What this task involves =>
Report how many lines in the data below hold "published", with no other words.

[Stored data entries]
====

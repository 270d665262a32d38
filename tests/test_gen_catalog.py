"""scripts/gen_catalog.py: deterministic, unique, importable synthetic catalogs with real trends."""

from __future__ import annotations

import importlib.util
import math
import sys
import tempfile
from pathlib import Path

import numpy as np
import pytest
from hypothesis import given, settings
from hypothesis import strategies as st

from partpick.catalog.columns import read_columns
from partpick.catalog.importer import import_catalog

SCRIPT = Path(__file__).parents[1] / "scripts" / "gen_catalog.py"
KINDS = ("inductor", "capacitor", "diode", "mosfet")
# IEC 60063:2015, the E12 series (one decade); E6 is every other member
E12 = (1.0, 1.2, 1.5, 1.8, 2.2, 2.7, 3.3, 3.9, 4.7, 5.6, 6.8, 8.2)


def load_generator():
    spec = importlib.util.spec_from_file_location("gen_catalog", SCRIPT)
    module = importlib.util.module_from_spec(spec)
    sys.modules["gen_catalog"] = module
    spec.loader.exec_module(module)
    return module


gen = load_generator()


def is_e12(value: float) -> bool:
    mantissa = value / 10 ** math.floor(math.log10(value) + 1e-9)
    return any(math.isclose(mantissa, s, rel_tol=1e-6) for s in E12)


@pytest.mark.parametrize("kind", KINDS)
@pytest.mark.parametrize("layout", ["clean", "messy"])
def test_same_seed_same_frame_other_seed_other_frame(kind, layout):
    first = gen.generate(kind, 300, seed=5, layout=layout)
    again = gen.generate(kind, 300, seed=5, layout=layout)
    other = gen.generate(kind, 300, seed=6, layout=layout)
    assert first.equals(again)
    assert not first.equals(other)


@pytest.mark.parametrize("kind", KINDS)
def test_part_numbers_are_unique(kind):
    frame = gen.generate(kind, 50_000, seed=1, layout="messy")
    assert frame.iloc[:, 0].is_unique
    assert (frame.iloc[:, 0].str.len() > 8).all()


@pytest.mark.parametrize("kind", KINDS)
def test_clean_and_messy_files_of_one_seed_share_no_identity(kind):
    clean = set(gen.generate(kind, 2000, seed=3, layout="clean").iloc[:, 0])
    messy = set(gen.generate(kind, 2000, seed=3, layout="messy").iloc[:, 0])
    assert clean.isdisjoint(messy)


@pytest.fixture(scope="module")
def imported(tmp_path_factory):
    """Module scope: 3000 messy and 3000 clean rows per kind, imported into one catalog."""
    folder = tmp_path_factory.mktemp("gen")
    db = str(folder / "gen.db")
    reports = {}
    for layout in ("messy", "clean"):
        for kind in KINDS:
            path = gen.write_catalog(gen.generate(kind, 3000, 11, layout),
                                     folder / f"{layout}-{kind}.csv", layout)  # fmt: skip
            reports[layout, kind] = import_catalog(db, [path], kind)[0]
    return db, reports


@pytest.mark.parametrize("layout", ["clean", "messy"])
@pytest.mark.parametrize("kind", KINDS)
def test_generated_files_import_without_a_reject(imported, layout, kind):
    report = imported[1][layout, kind]
    assert (report.rows, report.added, report.rejected) == (3000, 3000, 0)
    assert report.unrecognised == (("Warehouse Bin",) if layout == "messy" else ())
    assert report.delimiter == (";" if layout == "messy" else ",")


def test_generated_inductances_and_capacitances_are_e_series_values(imported):
    l_h = read_columns(imported[0], "inductor", ["inductance_h"])["inductance_h"]
    c_f = read_columns(imported[0], "capacitor", ["capacitance_f"])["capacitance_f"]
    assert all(is_e12(v) for v in np.unique(l_h))
    assert all(is_e12(v) for v in np.unique(c_f))


def test_generated_inductors_follow_the_size_trends(imported):
    # Within one body size Isat falls as 1/sqrt(L) and DCR rises with L (fixed stored
    # energy per core, turns squared): common practice, no published source.
    cols = read_columns(imported[0], "inductor", ["package", "inductance_h", "isat_a", "dcr_ohm"])
    for package in np.unique(cols["package"].astype(str)):
        rows = (cols["package"] == package) & ~np.isnan(cols["isat_a"])
        log_l = np.log(cols["inductance_h"][rows])
        assert np.corrcoef(log_l, np.log(cols["isat_a"][rows]))[0, 1] < -0.9, package
        ok = rows & ~np.isnan(cols["dcr_ohm"])
        log_l = np.log(cols["inductance_h"][ok])
        assert np.corrcoef(log_l, np.log(cols["dcr_ohm"][ok]))[0, 1] > 0.9, package


def test_generated_capacitors_cover_every_dielectric_and_order_esr(imported):
    cols = read_columns(imported[0], "capacitor", ["dielectric", "esr_ohm"])
    diel, esr = cols["dielectric"].astype(str), cols["esr_ohm"]
    assert len(set(diel)) == 12
    ceramic = np.isin(diel, ["c0g", "x5r", "x7r", "x7s", "x6s", "x8r", "y5v"])
    # electrolytics have high ESR, ceramics low: common practice, no published source
    assert np.nanmedian(esr[diel == "al-electrolytic"]) > 10 * np.nanmedian(esr[ceramic])


def test_generated_diodes_schottky_low_vf_and_low_vrrm(imported):
    cols = read_columns(imported[0], "diode", ["diode_type", "vf_v", "vrrm_v"])
    kind = cols["diode_type"].astype(str)
    schottky = kind == "schottky"
    assert np.nanmax(cols["vrrm_v"][schottky]) <= 200
    assert np.nanmedian(cols["vf_v"][schottky]) < np.nanmedian(cols["vf_v"][kind == "fast"])


def test_generated_mosfets_have_some_p_channel_and_rds_rising_with_vds(imported):
    cols = read_columns(imported[0], "mosfet", ["channel", "vds_v", "rds_on_ohm", "package"])
    assert 0.05 < np.mean(cols["channel"] == "p") < 0.25
    n_to220 = (cols["channel"] == "n") & (cols["package"] == "TO-220")
    low = np.median(cols["rds_on_ohm"][n_to220 & (cols["vds_v"] <= 40)])
    high = np.median(cols["rds_on_ohm"][n_to220 & (cols["vds_v"] >= 200)])
    # Rds(on)*area ~ BV^2.4..2.5: Baliga, Fundamentals of Power Semiconductor Devices,
    # ch. 6 (from memory); 40 V to 200 V is a factor of 5^2.4 = 48 in the silicon part
    assert high > 10 * low


@pytest.mark.parametrize("kind", KINDS)
def test_some_cells_are_missing_but_not_many(imported, kind):
    core = {"inductor": "isat_a", "capacitor": "esr_ohm", "diode": "theta_ja_degc_w",
            "mosfet": "qgd_c"}[kind]  # fmt: skip
    share = np.mean(np.isnan(read_columns(imported[0], kind, [core])[core]))
    assert 0.002 < share < 0.1


@pytest.mark.parametrize("kind", KINDS)
def test_planted_bad_rows_are_exactly_the_rejects(tmp_path, kind):
    frame = gen.generate(kind, 4000, seed=2, layout="messy", bad_fraction=0.01)
    bad = frame.attrs["bad_rows"]
    assert 10 < len(bad) < 80
    path = gen.write_catalog(frame, tmp_path / "bad.csv", "messy")
    report = import_catalog(str(tmp_path / "bad.db"), [path], kind)[0]
    # the header is line 1, so row i of the frame is line i + 2
    assert sorted({r.line for r in report.rejects}) == [int(i) + 2 for i in bad]
    assert report.added == 4000 - len(bad)


def test_messy_cells_mix_spellings():
    frame = gen.generate("inductor", 5000, seed=4, layout="messy")
    cells = frame["Inductance [uH]"]
    for marker in (" uH", "µH", " nH", " mH"):
        assert cells.str.contains(marker, regex=False).any(), marker
    assert cells.str.fullmatch(r"\d+u\d+").any()  # IEC 60062 letter code such as 4u7
    assert frame["DCR (mΩ)"].str.contains("Ω", regex=False).any()
    assert frame["Qty Available"].str.contains(",", regex=False).any()


@pytest.mark.parametrize(
    "argv",
    [
        ["--kind", "inductor", "--rows", "10"],  # no --out
        ["--all", "--rows-per-kind", "10"],  # no --out-dir
        ["--kind", "resistor", "--rows", "10", "--out", "x.csv"],
        ["--kind", "diode", "--rows", "10", "--out", "x.csv", "--layout", "tidy"],
    ],
)
def test_cli_refuses_incomplete_or_unknown_options(argv):
    with pytest.raises(SystemExit) as stop:
        gen.main(argv)
    assert stop.value.code == 2


def test_cli_all_writes_one_file_per_kind(tmp_path):
    assert gen.main(["--all", "--rows-per-kind", "50", "--out-dir", str(tmp_path)]) == 0
    for kind in KINDS:
        lines = (tmp_path / f"{kind}s.csv").read_text(encoding="utf-8-sig").splitlines()
        assert len(lines) == 51


@settings(max_examples=12, deadline=None)
@given(
    kind=st.sampled_from(KINDS),
    layout=st.sampled_from(["clean", "messy"]),
    seed=st.integers(0, 2**31 - 1),
)
def test_any_seed_gives_a_file_the_importer_takes_whole(kind, layout, seed):
    with tempfile.TemporaryDirectory() as folder:
        path = gen.write_catalog(gen.generate(kind, 400, seed, layout), Path(folder) / "g.csv",
                                 layout)  # fmt: skip
        report = import_catalog(str(Path(folder) / "g.db"), [path], kind)[0]
    assert (report.added, report.rejected) == (400, 0), report.rejects[:3]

====

Response to this task =>
2